During the first lecture of the MIT course (Single Variable Calculus - rate of Change, 46:00) professor David Jerison uses the binomial theorem to explain the following function:
$(x + \Delta x)^n = x^n + nx^{n-1} \Delta x + O((\Delta x)^2)$
Where $O((\Delta x)^2)$ is an approximation of all the remaining terms.
I understand that $(x + \Delta x)^2$ can be decomposed into $x^2 + 2x\Delta x + \Delta x^2$ but how can I understand it for n?

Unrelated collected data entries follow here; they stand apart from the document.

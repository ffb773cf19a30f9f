import { Module } from '@nestjs/common';
import { SequelizeModule } from '@nestjs/sequelize';
import { Membership } from './models/membership.model.js';
import { User } from './models/user.model.js';

@Module({
  imports: [SequelizeModule.forFeature([User, Membership])],
  exports: [SequelizeModule],
})
export class UsersModule {}
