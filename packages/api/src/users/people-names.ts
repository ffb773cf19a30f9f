/**
 * People's names for other modules' screens: they record who acted by e-mail address (an
 * Actor's label), and show the person's name. A module of its own that needs only the database
 * connection, so that any module (and the command line's contexts) can import it.
 */
import { Inject, Injectable, Module } from '@nestjs/common';
import { QueryTypes } from 'sequelize';
import { Sequelize } from 'sequelize-typescript';

@Injectable()
export class PeopleNames {
  constructor(@Inject(Sequelize) private readonly sequelize: Sequelize) {}

  /** The names of the people of a region with these e-mail addresses; unknown ones are left out. */
  async byEmail(
    regionId: number,
    emails: readonly (string | null)[],
  ): Promise<Map<string, string>> {
    const wanted = [...new Set(emails.filter((e): e is string => !!e && e.includes('@')))];
    if (wanted.length === 0) return new Map();
    const rows = await this.sequelize.query<{ email: string; display_name: string }>(
      'SELECT email, display_name FROM users WHERE region_id = ? AND email IN (?)',
      { replacements: [regionId, wanted], type: QueryTypes.SELECT },
    );
    return new Map(rows.map((u) => [u.email, u.display_name]));
  }
}

@Module({ providers: [PeopleNames], exports: [PeopleNames] })
export class PeopleNamesModule {}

Hint: By the Binomial Theorem$$\begin{align*}(x+\Delta x)^n=&\dbinom{n}{n}x^n(\Delta x)^0+\dbinom{n}{n-1}x^{n-1}(\Delta x)^1+\dbinom{n}{n-2}x^n\cdot(\Delta x)^2+\\+&\dbinom{n}{n-3}x^n\cdot(\Delta x)^3+\ldots\end{align*}$$ Because $\Delta x$ is a small quantity then we have that $$(\Delta x)^2>>(\Delta x)^k$$ for all $k>2$. So we say that all the other terms depend mainly on $(\Delta x)^2$ since everything else (i.e $(\Delta x)^k,$ for $k>2$) is negligible compared to it.